#### [Work task]
Reproduce the opening lines of the records exactly, up to and including the line in which "const [below, above]" occurs.

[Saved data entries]

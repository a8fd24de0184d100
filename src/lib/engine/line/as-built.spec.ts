import { describe, expect, it } from 'vitest';
import { analyse } from './as-built';
import { BODY, TOP, lineWith, stepped, table, taper } from './lines.fixture';

/** The counterweight under which a taper of 50 GPa carries its design stress: σ_d A(r_t)/(−g(r_t)). */
function balanced(masses: { radius: number; mass: number }[] = []) {
	const bare = lineWith(taper(), 0);
	const counterweight = (50e9 * bare.pieces.at(-1)!.area(TOP)) / -bare.field.g(TOP);
	return lineWith(taper(), counterweight, masses);
}

describe('a line as built', () => {
	it('carries its design stress everywhere when it is the exact taper', () => {
		const { rows, leastMargin, slack } = analyse(balanced(), 50e9, 500);
		for (const { stress } of rows) expect(stress / 50e9).toBeCloseTo(1, 11);
		expect(leastMargin).toBeCloseTo(0, 11);
		expect(slack).toEqual([]);
	});

	it('tells the lowest radius where the margin is flat', () => {
		expect(analyse(balanced(), 50e9, 100).extremes.stressRadius).toBe(BODY.radius);
	});

	it('steps by the weight of a point mass, and looks at both sides of it', () => {
		const radius = 2e7;
		const line = balanced([{ radius, mass: 10e3 }]);
		const { rows } = analyse(line, 50e9, 50);
		const [below, above] = rows.filter((row) => row.radius === radius);
		expect(above!.tension - below!.tension).toBeCloseTo(10e3 * line.field.g(radius), 6);
		expect(rows.filter((row) => row.radius === radius)).toHaveLength(2);
	});

	it('has less tension below a climber under the balance radius and more below one above it', () => {
		const at = (radius: number) =>
			analyse(balanced([{ radius, mass: 10e3 }]), 50e9, 2).extremes.anchorTension;
		const bare = analyse(balanced(), 50e9, 2).extremes.anchorTension;
		expect(at(1e7)).toBeLessThan(bare);
		expect(at(9e7)).toBeGreaterThan(bare);
	});

	it('counts a mass at the anchor above the anchor’s tension, and one at the top as counterweight', () => {
		const line = balanced();
		const tension = (masses: { radius: number; mass: number }[]) =>
			analyse({ ...line, masses }, 50e9, 2).extremes.anchorTension;
		const bare = tension([]);
		const atBase = tension([{ radius: BODY.radius, mass: 1e3 }]);
		expect(bare - atBase).toBeCloseTo(1e3 * line.field.g(BODY.radius), 6);
		const heavier = { ...line, counterweight: line.counterweight + 1e3 };
		expect(tension([{ radius: TOP, mass: 1e3 }])).toBeCloseTo(
			analyse(heavier, 50e9, 2).extremes.anchorTension,
			6
		);
	});

	it('says where the line is slack', () => {
		const line = lineWith(stepped([1e-6]), 0);
		const { slack, rows, extremes } = analyse(line, 50e9, 3);
		expect(extremes.anchorTension).toBeLessThan(0);
		expect(slack).toHaveLength(1);
		expect(slack[0]!.from).toBe(BODY.radius);
		// Below the radius at the depth of the top nothing is pulled: U(r) = U(r_t).
		expect(line.field.rise(slack[0]!.to, TOP) / line.field.depth(TOP)).toBeCloseTo(0, 12);
		expect(rows[0]!.margin).toBeUndefined();
	});

	it('has no margin where nothing is under tension', () => {
		const short = lineWith(stepped([1e-6], 1e7), 0);
		const { leastMargin, slack } = analyse(short, 50e9, 10);
		expect(leastMargin).toBeUndefined();
		expect(slack).toEqual([{ from: BODY.radius, to: 1e7 }]);
	});

	it('finds the greatest stress inside a long row of a table', () => {
		const line = lineWith(table([BODY.radius, 5e-6], [TOP, 1e-6]), 5e5);
		const coarse = analyse(line, 50e9, 2);
		const fine = analyse(line, 50e9, 20_000);
		const seen = Math.max(...fine.rows.map(({ stress }) => stress));
		expect(coarse.extremes.stress / seen).toBeCloseTo(1, 7);
		expect(coarse.extremes.stress).toBeGreaterThanOrEqual(seen * (1 - 1e-12));
		expect(coarse.extremes.stressRadius).toBeGreaterThan(1e7);
	});
});
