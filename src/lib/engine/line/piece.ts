/** Stretches of a line over which the section is smooth, with the integrals that statics needs in closed form. */
import { gauss16 } from '../numerics/gauss';
import type { Field } from './field';
import { spreadOver } from './spread';

/** A stretch [from, to] over which the section is smooth. */
export type Piece = {
	/** m */
	from: number;
	/** m */
	to: number;
	/** A(r), m² */
	area: (r: number) => number;
	/** dA/dr where the section is linear in r, m; null where it is a taper. */
	slope: number | null;
	/** ∫ A g dr from a up to b, m⁴/s²; times ρ it is the gain of tension from a to b. */
	weight: (a: number, b: number) => number;
	/** ∫ A dr from a up to b, m³ */
	volume: (a: number, b: number) => number;
};

export const constantPiece = (field: Field, from: number, to: number, area: number): Piece => ({
	from,
	to,
	area: () => area,
	slope: 0,
	weight: (a, b) => area * field.rise(a, b),
	volume: (a, b) => area * (b - a)
});

export function linearPiece(
	field: Field,
	[from, start]: readonly [radius: number, area: number],
	[to, end]: readonly [radius: number, area: number]
): Piece {
	if (start === end) return constantPiece(field, from, to, start);
	const slope = (end - start) / (to - from);
	// A mean of both ends, so that it is exact at them however far apart the two sections are.
	const area = (r: number) => (start * (to - r) + end * (r - from)) / (to - from);
	return {
		from,
		to,
		area,
		slope,
		weight: (a, b) => overPanels((r) => area(r) * field.g(r), a, b, field.limit),
		volume: (a, b) => area((a + b) / 2) * (b - a)
	};
}

/** The constant-stress taper A = A(r_s) exp{−k [U(r_s) − U(r)]}, k = ρ/σ_d: there ∫ A g dr = [A]/k. */
export function taperPiece(
	field: Field,
	{ k, peakArea }: { k: number; peakArea: number },
	from: number,
	to: number
): Piece {
	const area = (r: number) => peakArea * Math.exp(-k * field.depth(r));
	const volumeFrom = (near: number, far: number) => area(near) * spreadOver(field, near, far)(k);
	return {
		from,
		to,
		area,
		slope: null,
		weight: (a, b) => {
			const rise = k * field.rise(a, b);
			// From the larger of the two sections, so that nothing overflows.
			return rise > 0 ? (-area(b) * Math.expm1(-rise)) / k : (area(a) * Math.expm1(rise)) / k;
		},
		volume: (a, b) => {
			if (b <= field.balance) return volumeFrom(b, a);
			if (a >= field.balance) return volumeFrom(a, b);
			return volumeFrom(field.balance, a) + volumeFrom(field.balance, b);
		}
	};
}

/**
 * ∫ f from a to b where f is smooth but for poles at the centre, r = 0, and at `limit`: over panels no longer than twice
 * their distance from both, where sixteen points leave nothing above rounding.
 */
function overPanels(f: (r: number) => number, a: number, b: number, limit: number): number {
	let sum = 0;
	for (let from = a; from < b;) {
		const reach = from + Math.min(2 * from, (2 / 3) * (limit - from));
		const to = reach > from && reach < b ? reach : b;
		sum += gauss16(f, from, to);
		from = to;
	}
	return sum;
}
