/**
 * What a line stretches by: ε = σ/E + α ΔT along it as deployed; its length as manufactured is L₀ = ∫ dr/(1 + ε).
 * E and α are constant and the same in tension and slack; Poisson contraction is in the deployed section already.
 */
import { Refused } from '../methods/refused';
import { integrate } from '../numerics/quadrature';
import { distance } from '../quantities/format';
import { topOf, type Line } from './line';
import { tensionAt, type Hanging, type Stretch } from './tension';

export type Elasticity = {
	/** E, Pa */
	modulus: number;
	/** α ΔT: strain from the change of temperature since manufacture. */
	thermalStrain: number;
};

export const strainOf = ({ modulus, thermalStrain }: Elasticity, stress: number): number =>
	stress / modulus + thermalStrain;

/**
 * L − L₀ = ∫ ε/(1 + ε) dr, m; negative where the line was longer.
 * @throws Refused where the strain reaches −100 %.
 */
export function elongation(line: Line, { stretches }: Hanging, elasticity: Elasticity): number {
	const strain = (stress: number) => strainOf(elasticity, stress);
	const ends = stretches.flatMap(({ from, to, lower, upper, lowerArea, upperArea }) => [
		{ r: from, strain: strain(lower / lowerArea) },
		{ r: to, strain: strain(upper / upperArea) }
	]);
	const crushed = ends.find((end) => end.strain <= -1);
	if (crushed)
		throw new Refused(
			`At the radius ${distance(crushed.r)} the strain comes to −100 % or less: there is no length as manufactured.`,
			{ remedy: 'Look at the modulus, the change of temperature and the slack.' }
		);
	const shortening = ends.map(({ strain }) => strain / (1 + strain));
	const greatest = shortening.reduce((most, share) => Math.max(most, Math.abs(share)), 0);
	let sum = 0;
	for (const stretch of stretches) {
		const { from, to, piece } = stretch;
		// Rounding of the stress, and of r where the stretch is short against its radius.
		const noise = greatest * (1e-13 + (2 ** -50 * to) / (to - from));
		const share = (r: number) => {
			const here = strain(tensionAt(line, stretch, r) / piece.area(r));
			return here / (1 + here);
		};
		sum += integrate(share, panelsOf(stretch), 1e-11, noise).value;
	}
	return sum;
}

/** Halving towards both ends of a taper, where a tension that is not its own dies away however steeply. */
function panelsOf({ from, to, piece }: Stretch): number[] {
	const middle = (from + to) / 2;
	if (piece.slope !== null) return [from, middle, to];
	const shares = Array.from({ length: 12 }, (_, i) => 2 ** (i - 13));
	const lower = shares.map((share) => from + share * (to - from));
	const upper = shares.map((share) => to - share * (to - from));
	return [from, ...lower, middle, ...upper.reverse(), to];
}

/** Length as deployed, m. */
export const lengthOf = (line: Line): number => topOf(line) - line.pieces[0]!.from;
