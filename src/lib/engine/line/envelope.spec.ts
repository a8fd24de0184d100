import fc from 'fast-check';
import { describe, expect, it } from 'vitest';
import { analyse } from './as-built';
import { climberGrid, envelope, leastOf } from './envelope';
import { BODY, TOP, lineWith, stepped, table, taper } from './lines.fixture';

const lines = {
	taper: lineWith(taper(), 9e5),
	stepped: lineWith(stepped([4e-6, 9e-6, 12e-6, 11e-6, 9e-6]), 9e5, [{ radius: 3e7, mass: 5e3 }]),
	table: lineWith(table([BODY.radius, 4e-6], [2e7, 9e-6], [5e7, 13e-6], [TOP, 7e-6]), 9e5)
};

describe.each(Object.entries(lines))('climbers on a line, %s', (_, line) => {
	const climbers = fc.array(
		fc.record({
			radius: fc.double({ min: BODY.radius, max: TOP, noNaN: true }),
			mass: fc.double({ min: 1, max: 3e4, noNaN: true })
		}),
		{ maxLength: 4 }
	);

	it('do what they do as point masses of the line', () => {
		fc.assert(
			fc.property(climbers, (load) => {
				const [moment] = envelope(line, 50e9, [load]);
				const masses = [...line.masses, ...load].sort((a, b) => a.radius - b.radius);
				const { extremes, leastMargin } = analyse({ ...line, masses }, 50e9, 2);
				expect(moment!.margin! / leastMargin!).toBeCloseTo(1, 7);
				expect(moment!.anchorTension / extremes.greatestTension).toBeCloseTo(
					extremes.anchorTension / extremes.greatestTension,
					11
				);
				expect(moment!.leastTension / extremes.greatestTension).toBeCloseTo(
					extremes.leastTension / extremes.greatestTension,
					11
				);
			}),
			{ numRuns: 60 }
		);
	});
});

describe('an envelope', () => {
	it('looks at both ends of a grid', () => {
		const grid = climberGrid(lines.taper, 1e4, { count: 3 });
		expect(grid.map(([climber]) => climber!.radius)).toEqual([
			BODY.radius,
			(BODY.radius + TOP) / 2,
			TOP
		]);
	});

	it('finds the first of the worst moments', () => {
		expect(leastOf([3, 1, undefined, 1], (x) => x)).toBe(1);
		expect(leastOf([undefined], (x) => x)).toBeNull();
	});

	it('hangs a long table once, however many positions there are', () => {
		const rows = Array.from({ length: 2000 }, (_, i): [number, number] => [
			BODY.radius + ((TOP - BODY.radius) * i) / 1999,
			4e-6 * (1 + Math.sin(i / 700))
		]);
		const line = lineWith(table(...rows), 9e5);
		let integrals = 0;
		const counted = line.pieces.map((piece) => ({
			...piece,
			weight: (a: number, b: number) => ((integrals += 1), piece.weight(a, b))
		}));
		envelope({ ...line, pieces: counted }, 50e9, climberGrid(line, 1e4, { count: 200 }));
		// Once each for the line, and for each position where the climber stands and where the stress peaks.
		expect(integrals).toBeLessThan(2000 + 200 * 40);
	});
});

#### [Finished exercise]
repository a8fd24de0184d100
filename src/lib/engine/line/as-built.spec.ts
import { describe, expect, it } from 'vitest';
import { analyse } from './as-built';
import { BODY, TOP, lineWith, stepped, table, taper } from './lines.fixture';

/** The counterweight under which a taper of 50 GPa carries its design stress: σ_d A(r_t)/(−g(r_t)). */
function balanced(masses: { radius: number; mass: number }[] = []) {
	const bare = lineWith(taper(), 0);
	const counterweight = (50e9 * bare.pieces.at(-1)!.area(TOP)) / -bare.field.g(TOP);
	return lineWith(taper(), counterweight, masses);
}

describe('a line as built', () => {
	it('carries its design stress everywhere when it is the exact taper', () => {
		const { rows, leastMargin, slack } = analyse(balanced(), 50e9, 500);
		for (const { stress } of rows) expect(stress / 50e9).toBeCloseTo(1, 11);
		expect(leastMargin).toBeCloseTo(0, 11);
		expect(slack).toEqual([]);
	});

	it('tells the lowest radius where the margin is flat', () => {
		expect(analyse(balanced(), 50e9, 100).extremes.stressRadius).toBe(BODY.radius);
	});

	it('steps by the weight of a point mass, and looks at both sides of it', () => {
		const radius = 2e7;
		const line = balanced([{ radius, mass: 10e3 }]);
		const { rows } = analyse(line, 50e9, 50);
		const [below, above] = rows.filter((row) => row.radius === radius);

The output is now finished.